> _About this task_
Pull out of the data below the stretch of lines bounded by the one containing "va_start(list, format);" and the one containing "if (holds_kind(b->body, EXPR_INTEGRAL)", both bounds included, unchanged.

○ ○ ○ ○ ○

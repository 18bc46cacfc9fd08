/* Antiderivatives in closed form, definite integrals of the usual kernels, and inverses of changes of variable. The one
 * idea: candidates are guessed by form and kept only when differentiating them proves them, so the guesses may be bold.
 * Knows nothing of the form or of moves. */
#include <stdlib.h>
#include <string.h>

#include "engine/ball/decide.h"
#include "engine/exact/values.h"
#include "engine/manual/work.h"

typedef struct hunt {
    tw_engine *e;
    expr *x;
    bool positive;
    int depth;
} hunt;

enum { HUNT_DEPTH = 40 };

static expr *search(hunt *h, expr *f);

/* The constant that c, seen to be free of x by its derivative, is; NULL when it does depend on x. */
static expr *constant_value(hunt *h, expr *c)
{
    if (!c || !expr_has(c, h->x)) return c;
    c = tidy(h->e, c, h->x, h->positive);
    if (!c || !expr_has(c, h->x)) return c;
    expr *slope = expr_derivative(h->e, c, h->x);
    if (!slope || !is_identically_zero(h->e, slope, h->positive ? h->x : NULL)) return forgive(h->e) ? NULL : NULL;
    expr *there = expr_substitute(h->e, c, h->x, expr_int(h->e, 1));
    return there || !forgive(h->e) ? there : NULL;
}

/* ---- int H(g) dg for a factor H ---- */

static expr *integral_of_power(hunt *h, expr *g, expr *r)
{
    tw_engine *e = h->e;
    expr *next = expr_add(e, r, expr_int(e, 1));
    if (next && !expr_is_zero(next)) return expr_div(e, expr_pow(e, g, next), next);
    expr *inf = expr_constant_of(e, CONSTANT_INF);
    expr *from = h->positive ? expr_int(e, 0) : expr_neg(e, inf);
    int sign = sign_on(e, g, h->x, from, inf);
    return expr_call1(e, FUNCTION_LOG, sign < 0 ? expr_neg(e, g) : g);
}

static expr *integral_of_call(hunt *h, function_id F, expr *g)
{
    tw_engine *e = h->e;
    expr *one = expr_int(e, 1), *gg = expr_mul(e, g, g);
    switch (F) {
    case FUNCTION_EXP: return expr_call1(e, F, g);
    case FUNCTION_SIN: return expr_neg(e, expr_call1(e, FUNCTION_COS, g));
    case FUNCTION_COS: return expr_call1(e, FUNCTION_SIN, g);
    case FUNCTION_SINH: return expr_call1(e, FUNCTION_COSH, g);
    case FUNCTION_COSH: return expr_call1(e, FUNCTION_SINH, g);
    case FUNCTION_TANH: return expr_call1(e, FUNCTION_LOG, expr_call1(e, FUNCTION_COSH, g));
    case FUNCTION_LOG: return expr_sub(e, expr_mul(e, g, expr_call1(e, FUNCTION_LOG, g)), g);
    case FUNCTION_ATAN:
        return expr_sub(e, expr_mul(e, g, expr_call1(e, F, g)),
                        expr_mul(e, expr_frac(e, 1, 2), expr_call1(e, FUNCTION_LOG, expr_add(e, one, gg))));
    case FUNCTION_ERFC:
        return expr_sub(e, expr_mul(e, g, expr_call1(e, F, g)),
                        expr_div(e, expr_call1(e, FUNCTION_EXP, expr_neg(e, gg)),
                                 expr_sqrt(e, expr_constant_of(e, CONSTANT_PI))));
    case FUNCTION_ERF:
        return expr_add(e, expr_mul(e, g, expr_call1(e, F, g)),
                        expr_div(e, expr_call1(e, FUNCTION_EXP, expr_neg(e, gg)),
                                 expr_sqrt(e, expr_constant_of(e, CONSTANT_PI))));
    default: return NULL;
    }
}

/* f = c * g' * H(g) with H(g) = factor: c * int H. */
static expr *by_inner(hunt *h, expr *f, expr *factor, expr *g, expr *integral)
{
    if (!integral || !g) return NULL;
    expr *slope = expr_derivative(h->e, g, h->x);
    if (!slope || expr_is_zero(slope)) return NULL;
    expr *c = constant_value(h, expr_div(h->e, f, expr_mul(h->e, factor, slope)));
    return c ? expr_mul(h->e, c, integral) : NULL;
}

○ ○ ○ ○ ○

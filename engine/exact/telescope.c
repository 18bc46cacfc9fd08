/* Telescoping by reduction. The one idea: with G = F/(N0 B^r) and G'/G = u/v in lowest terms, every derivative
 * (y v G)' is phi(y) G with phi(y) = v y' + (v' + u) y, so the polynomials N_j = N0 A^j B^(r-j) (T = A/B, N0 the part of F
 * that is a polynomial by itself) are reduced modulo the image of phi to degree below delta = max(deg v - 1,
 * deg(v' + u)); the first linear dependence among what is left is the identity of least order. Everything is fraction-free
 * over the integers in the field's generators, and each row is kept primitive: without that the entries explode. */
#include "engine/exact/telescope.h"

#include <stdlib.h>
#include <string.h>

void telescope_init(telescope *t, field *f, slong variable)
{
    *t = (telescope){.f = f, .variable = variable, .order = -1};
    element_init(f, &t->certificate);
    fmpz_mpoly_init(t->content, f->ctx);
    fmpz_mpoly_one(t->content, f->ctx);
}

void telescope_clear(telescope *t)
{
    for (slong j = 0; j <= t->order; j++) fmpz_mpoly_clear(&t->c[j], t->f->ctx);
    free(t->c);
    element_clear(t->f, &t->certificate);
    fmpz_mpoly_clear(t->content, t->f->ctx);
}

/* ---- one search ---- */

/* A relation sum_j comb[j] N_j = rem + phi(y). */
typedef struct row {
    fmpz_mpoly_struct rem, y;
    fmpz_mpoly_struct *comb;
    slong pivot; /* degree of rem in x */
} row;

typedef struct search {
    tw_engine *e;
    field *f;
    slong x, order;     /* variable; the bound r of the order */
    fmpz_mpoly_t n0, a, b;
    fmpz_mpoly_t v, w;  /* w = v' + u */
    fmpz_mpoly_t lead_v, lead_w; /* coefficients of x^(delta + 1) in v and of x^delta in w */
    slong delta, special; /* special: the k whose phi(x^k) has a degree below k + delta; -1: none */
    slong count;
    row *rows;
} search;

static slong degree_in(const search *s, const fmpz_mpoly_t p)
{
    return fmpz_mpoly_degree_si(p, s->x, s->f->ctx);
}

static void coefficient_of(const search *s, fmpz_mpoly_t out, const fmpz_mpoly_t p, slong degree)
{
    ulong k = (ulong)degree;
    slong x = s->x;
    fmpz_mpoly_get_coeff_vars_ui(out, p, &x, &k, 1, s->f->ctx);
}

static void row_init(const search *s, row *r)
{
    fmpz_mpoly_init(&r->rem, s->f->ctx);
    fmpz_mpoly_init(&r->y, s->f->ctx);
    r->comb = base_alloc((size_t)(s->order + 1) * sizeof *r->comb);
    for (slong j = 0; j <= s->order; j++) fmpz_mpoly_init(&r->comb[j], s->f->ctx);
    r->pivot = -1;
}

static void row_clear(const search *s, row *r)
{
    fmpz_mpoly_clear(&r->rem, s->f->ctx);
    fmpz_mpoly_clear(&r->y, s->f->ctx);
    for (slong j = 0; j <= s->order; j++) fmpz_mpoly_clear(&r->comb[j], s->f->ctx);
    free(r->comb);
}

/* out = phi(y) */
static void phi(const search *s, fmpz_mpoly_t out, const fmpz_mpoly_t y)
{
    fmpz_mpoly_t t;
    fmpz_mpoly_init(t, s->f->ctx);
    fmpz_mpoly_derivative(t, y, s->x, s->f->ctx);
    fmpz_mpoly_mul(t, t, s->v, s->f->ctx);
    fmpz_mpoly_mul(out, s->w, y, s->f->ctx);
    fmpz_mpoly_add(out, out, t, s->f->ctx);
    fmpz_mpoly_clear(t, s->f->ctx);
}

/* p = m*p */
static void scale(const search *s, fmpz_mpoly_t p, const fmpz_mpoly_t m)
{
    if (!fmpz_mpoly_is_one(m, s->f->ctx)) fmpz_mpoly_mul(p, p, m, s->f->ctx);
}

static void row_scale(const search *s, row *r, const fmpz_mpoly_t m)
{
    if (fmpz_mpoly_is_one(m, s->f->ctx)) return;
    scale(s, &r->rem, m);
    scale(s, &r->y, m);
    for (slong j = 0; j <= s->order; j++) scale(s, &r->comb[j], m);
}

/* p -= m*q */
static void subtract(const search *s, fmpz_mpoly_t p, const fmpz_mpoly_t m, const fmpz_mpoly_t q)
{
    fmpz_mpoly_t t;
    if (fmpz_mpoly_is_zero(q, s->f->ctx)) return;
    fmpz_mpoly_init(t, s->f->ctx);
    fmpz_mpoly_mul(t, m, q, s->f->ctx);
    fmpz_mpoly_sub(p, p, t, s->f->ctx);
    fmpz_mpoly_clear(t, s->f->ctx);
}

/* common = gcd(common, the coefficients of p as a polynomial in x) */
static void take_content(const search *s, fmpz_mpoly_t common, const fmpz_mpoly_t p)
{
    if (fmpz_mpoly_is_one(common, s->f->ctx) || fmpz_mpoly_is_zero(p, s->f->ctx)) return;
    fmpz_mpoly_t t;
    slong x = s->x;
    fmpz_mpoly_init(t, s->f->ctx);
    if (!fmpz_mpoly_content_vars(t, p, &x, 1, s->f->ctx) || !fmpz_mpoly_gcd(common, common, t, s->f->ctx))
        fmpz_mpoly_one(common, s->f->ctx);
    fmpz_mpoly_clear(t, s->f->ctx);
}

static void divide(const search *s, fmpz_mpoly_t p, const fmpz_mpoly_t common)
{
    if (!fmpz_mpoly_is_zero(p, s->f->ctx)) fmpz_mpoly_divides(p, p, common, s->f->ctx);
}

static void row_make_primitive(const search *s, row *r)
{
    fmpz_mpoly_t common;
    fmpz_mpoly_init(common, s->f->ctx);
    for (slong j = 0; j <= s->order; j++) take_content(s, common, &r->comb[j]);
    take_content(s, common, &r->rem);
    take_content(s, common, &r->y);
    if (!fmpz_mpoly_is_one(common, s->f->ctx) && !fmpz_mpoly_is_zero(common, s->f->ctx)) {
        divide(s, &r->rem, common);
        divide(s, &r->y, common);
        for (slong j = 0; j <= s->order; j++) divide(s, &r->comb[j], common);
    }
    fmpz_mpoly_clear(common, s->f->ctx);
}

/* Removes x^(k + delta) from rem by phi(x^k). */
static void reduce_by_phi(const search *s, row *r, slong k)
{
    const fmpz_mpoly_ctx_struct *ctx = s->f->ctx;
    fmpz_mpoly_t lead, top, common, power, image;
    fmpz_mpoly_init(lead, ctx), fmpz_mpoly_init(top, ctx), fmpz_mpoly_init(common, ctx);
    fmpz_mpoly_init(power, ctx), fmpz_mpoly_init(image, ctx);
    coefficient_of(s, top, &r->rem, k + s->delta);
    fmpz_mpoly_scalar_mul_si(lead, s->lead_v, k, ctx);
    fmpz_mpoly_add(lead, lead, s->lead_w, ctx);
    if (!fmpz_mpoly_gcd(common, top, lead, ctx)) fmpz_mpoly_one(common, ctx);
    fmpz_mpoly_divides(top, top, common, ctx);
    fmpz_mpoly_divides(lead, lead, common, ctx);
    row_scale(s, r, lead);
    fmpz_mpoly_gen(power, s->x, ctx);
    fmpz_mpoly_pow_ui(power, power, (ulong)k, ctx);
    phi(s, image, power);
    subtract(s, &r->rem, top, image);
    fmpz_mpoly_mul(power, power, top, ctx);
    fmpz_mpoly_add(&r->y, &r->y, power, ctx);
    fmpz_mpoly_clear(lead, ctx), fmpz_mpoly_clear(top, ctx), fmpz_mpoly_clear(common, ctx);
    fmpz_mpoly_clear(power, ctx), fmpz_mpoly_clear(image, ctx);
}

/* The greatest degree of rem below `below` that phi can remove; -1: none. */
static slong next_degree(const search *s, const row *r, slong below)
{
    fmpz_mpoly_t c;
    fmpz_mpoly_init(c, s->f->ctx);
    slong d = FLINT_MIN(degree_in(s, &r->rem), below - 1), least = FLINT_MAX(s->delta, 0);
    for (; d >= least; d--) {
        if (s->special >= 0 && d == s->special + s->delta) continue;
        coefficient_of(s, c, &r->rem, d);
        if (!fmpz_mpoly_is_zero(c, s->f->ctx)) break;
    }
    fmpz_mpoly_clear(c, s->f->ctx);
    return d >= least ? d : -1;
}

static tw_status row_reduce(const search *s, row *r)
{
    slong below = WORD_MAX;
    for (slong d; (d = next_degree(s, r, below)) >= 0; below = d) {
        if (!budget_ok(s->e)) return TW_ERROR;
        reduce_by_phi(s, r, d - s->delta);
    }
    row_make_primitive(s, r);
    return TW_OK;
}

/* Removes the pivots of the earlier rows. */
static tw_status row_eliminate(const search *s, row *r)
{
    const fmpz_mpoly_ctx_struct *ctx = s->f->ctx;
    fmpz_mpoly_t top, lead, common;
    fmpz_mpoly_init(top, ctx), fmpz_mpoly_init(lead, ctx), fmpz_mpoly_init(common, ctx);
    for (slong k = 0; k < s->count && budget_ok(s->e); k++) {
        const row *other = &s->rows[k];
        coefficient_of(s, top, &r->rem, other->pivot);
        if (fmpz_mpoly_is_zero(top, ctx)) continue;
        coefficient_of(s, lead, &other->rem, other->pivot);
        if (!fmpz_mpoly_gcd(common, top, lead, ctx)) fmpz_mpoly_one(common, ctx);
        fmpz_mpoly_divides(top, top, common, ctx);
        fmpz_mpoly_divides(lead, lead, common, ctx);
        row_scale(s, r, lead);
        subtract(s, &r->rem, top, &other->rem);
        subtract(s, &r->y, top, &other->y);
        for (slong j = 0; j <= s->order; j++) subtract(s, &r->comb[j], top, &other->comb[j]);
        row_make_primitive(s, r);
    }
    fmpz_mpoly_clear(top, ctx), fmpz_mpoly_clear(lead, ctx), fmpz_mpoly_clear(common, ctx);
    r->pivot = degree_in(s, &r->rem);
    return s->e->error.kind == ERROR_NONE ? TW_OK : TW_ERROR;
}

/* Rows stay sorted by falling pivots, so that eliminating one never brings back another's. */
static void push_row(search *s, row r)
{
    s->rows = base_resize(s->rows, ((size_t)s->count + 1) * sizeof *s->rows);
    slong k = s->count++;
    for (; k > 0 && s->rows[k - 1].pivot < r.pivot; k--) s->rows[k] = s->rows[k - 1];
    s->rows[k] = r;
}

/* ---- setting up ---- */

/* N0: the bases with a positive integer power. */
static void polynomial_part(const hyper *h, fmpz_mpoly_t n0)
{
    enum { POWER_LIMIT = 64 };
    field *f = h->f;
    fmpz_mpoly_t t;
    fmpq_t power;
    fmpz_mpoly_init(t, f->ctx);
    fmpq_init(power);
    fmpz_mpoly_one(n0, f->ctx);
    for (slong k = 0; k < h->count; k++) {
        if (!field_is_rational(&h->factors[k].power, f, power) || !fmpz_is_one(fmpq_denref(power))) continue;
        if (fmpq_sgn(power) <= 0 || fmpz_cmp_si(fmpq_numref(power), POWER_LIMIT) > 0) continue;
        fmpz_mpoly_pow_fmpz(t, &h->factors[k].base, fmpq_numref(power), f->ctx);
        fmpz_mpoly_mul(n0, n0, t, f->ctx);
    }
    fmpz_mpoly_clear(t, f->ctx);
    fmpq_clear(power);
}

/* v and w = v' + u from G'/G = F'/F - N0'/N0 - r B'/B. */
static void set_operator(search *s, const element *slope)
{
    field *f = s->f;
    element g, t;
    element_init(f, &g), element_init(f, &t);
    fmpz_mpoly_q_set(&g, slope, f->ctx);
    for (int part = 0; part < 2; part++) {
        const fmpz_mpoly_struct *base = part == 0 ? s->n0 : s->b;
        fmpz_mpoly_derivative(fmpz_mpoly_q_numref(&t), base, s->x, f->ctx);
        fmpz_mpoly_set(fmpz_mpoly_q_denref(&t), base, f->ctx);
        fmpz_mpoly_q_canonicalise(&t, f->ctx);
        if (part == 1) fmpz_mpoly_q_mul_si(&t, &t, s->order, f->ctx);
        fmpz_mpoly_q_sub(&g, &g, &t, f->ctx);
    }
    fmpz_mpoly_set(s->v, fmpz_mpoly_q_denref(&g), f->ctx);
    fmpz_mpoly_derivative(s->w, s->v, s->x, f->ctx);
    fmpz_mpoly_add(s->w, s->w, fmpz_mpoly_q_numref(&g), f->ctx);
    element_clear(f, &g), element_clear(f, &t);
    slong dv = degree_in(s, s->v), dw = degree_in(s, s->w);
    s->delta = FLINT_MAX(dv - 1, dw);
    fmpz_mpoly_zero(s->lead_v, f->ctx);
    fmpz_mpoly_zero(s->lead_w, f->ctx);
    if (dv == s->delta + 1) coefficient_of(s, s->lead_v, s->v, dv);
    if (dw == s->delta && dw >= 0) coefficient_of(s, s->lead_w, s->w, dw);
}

○ ○ ○ ○ ○

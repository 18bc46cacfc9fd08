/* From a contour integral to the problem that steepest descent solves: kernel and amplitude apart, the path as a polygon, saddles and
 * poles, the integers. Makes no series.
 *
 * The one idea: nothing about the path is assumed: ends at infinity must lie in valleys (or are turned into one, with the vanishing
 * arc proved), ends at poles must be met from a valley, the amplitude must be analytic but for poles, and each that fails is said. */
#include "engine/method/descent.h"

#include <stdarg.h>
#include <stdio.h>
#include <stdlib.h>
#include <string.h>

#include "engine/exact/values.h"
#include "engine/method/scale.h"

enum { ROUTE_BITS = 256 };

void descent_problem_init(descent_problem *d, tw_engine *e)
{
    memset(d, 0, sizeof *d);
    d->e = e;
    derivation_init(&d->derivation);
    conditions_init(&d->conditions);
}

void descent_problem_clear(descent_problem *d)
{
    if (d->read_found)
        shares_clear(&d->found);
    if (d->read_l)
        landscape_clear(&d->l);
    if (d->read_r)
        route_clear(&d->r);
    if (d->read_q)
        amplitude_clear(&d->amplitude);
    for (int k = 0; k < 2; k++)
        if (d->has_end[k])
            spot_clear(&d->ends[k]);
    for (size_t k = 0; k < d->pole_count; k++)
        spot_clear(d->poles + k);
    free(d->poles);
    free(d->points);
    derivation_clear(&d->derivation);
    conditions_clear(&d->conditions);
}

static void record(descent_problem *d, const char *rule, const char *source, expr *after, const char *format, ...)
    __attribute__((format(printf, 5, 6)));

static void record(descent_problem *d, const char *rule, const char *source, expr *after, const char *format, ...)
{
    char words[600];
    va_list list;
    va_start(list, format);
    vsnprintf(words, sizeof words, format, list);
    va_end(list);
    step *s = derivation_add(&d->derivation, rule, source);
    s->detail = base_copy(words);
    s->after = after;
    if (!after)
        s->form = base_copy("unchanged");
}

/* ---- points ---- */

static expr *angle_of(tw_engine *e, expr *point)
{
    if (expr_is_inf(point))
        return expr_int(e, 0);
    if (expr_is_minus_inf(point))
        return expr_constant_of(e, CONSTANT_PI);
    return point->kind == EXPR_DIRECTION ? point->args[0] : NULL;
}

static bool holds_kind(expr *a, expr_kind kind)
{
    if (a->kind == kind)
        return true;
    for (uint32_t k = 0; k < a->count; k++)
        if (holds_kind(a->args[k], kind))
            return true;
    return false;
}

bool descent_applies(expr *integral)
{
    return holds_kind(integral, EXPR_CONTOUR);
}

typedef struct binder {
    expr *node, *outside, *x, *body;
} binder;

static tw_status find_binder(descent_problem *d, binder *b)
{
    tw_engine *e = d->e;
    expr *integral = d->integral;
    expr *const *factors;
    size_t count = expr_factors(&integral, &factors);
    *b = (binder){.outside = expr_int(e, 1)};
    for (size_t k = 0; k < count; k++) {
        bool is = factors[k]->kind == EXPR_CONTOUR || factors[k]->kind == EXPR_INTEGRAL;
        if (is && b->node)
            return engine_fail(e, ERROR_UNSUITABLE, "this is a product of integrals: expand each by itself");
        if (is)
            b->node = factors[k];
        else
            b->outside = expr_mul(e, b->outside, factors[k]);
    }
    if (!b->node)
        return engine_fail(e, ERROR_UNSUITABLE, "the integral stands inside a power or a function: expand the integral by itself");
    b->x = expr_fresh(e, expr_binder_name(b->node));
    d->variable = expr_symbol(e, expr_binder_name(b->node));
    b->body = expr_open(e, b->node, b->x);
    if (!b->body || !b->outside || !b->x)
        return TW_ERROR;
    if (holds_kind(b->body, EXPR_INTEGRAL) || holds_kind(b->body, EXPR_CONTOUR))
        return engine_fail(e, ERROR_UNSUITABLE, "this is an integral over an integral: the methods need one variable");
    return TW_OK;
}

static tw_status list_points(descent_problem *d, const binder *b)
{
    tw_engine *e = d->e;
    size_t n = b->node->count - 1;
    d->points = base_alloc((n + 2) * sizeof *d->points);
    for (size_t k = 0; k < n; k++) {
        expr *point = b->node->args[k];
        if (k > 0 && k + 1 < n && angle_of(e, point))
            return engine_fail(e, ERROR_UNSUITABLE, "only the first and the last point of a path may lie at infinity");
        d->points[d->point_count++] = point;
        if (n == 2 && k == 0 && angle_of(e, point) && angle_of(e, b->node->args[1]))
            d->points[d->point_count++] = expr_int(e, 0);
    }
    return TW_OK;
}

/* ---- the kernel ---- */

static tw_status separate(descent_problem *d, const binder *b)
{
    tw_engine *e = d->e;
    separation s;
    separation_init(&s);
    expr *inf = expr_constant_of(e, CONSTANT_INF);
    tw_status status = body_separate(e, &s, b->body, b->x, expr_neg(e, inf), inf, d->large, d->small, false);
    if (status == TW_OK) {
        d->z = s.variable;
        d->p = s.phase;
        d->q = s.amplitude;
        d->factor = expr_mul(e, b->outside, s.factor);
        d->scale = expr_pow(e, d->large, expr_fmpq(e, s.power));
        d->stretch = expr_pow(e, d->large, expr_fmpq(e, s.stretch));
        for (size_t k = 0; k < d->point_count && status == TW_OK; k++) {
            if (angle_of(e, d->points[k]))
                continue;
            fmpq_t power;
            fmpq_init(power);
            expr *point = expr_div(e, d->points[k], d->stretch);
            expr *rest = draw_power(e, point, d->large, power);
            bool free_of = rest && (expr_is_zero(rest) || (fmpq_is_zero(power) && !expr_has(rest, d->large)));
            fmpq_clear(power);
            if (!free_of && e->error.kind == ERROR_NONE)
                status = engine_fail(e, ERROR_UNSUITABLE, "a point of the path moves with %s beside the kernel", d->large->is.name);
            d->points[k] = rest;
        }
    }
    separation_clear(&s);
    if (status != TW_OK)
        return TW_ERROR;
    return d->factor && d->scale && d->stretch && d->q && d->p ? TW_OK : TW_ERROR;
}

○ ○ ○ ○ ○

> _Solution for this task_
    va_start(list, format);
    vsnprintf(words, sizeof words, format, list);
    va_end(list);
    step *s = derivation_add(&d->derivation, rule, source);
    s->detail = base_copy(words);
    s->after = after;
    if (!after)
        s->form = base_copy("unchanged");
}

/* ---- points ---- */

static expr *angle_of(tw_engine *e, expr *point)
{
    if (expr_is_inf(point))
        return expr_int(e, 0);
    if (expr_is_minus_inf(point))
        return expr_constant_of(e, CONSTANT_PI);
    return point->kind == EXPR_DIRECTION ? point->args[0] : NULL;
}

static bool holds_kind(expr *a, expr_kind kind)
{
    if (a->kind == kind)
        return true;
    for (uint32_t k = 0; k < a->count; k++)
        if (holds_kind(a->args[k], kind))
            return true;
    return false;
}

bool descent_applies(expr *integral)
{
    return holds_kind(integral, EXPR_CONTOUR);
}

typedef struct binder {
    expr *node, *outside, *x, *body;
} binder;

static tw_status find_binder(descent_problem *d, binder *b)
{
    tw_engine *e = d->e;
    expr *integral = d->integral;
    expr *const *factors;
    size_t count = expr_factors(&integral, &factors);
    *b = (binder){.outside = expr_int(e, 1)};
    for (size_t k = 0; k < count; k++) {
        bool is = factors[k]->kind == EXPR_CONTOUR || factors[k]->kind == EXPR_INTEGRAL;
        if (is && b->node)
            return engine_fail(e, ERROR_UNSUITABLE, "this is a product of integrals: expand each by itself");
        if (is)
            b->node = factors[k];
        else
            b->outside = expr_mul(e, b->outside, factors[k]);
    }
    if (!b->node)
        return engine_fail(e, ERROR_UNSUITABLE, "the integral stands inside a power or a function: expand the integral by itself");
    b->x = expr_fresh(e, expr_binder_name(b->node));
    d->variable = expr_symbol(e, expr_binder_name(b->node));
    b->body = expr_open(e, b->node, b->x);
    if (!b->body || !b->outside || !b->x)
        return TW_ERROR;
    if (holds_kind(b->body, EXPR_INTEGRAL) || holds_kind(b->body, EXPR_CONTOUR))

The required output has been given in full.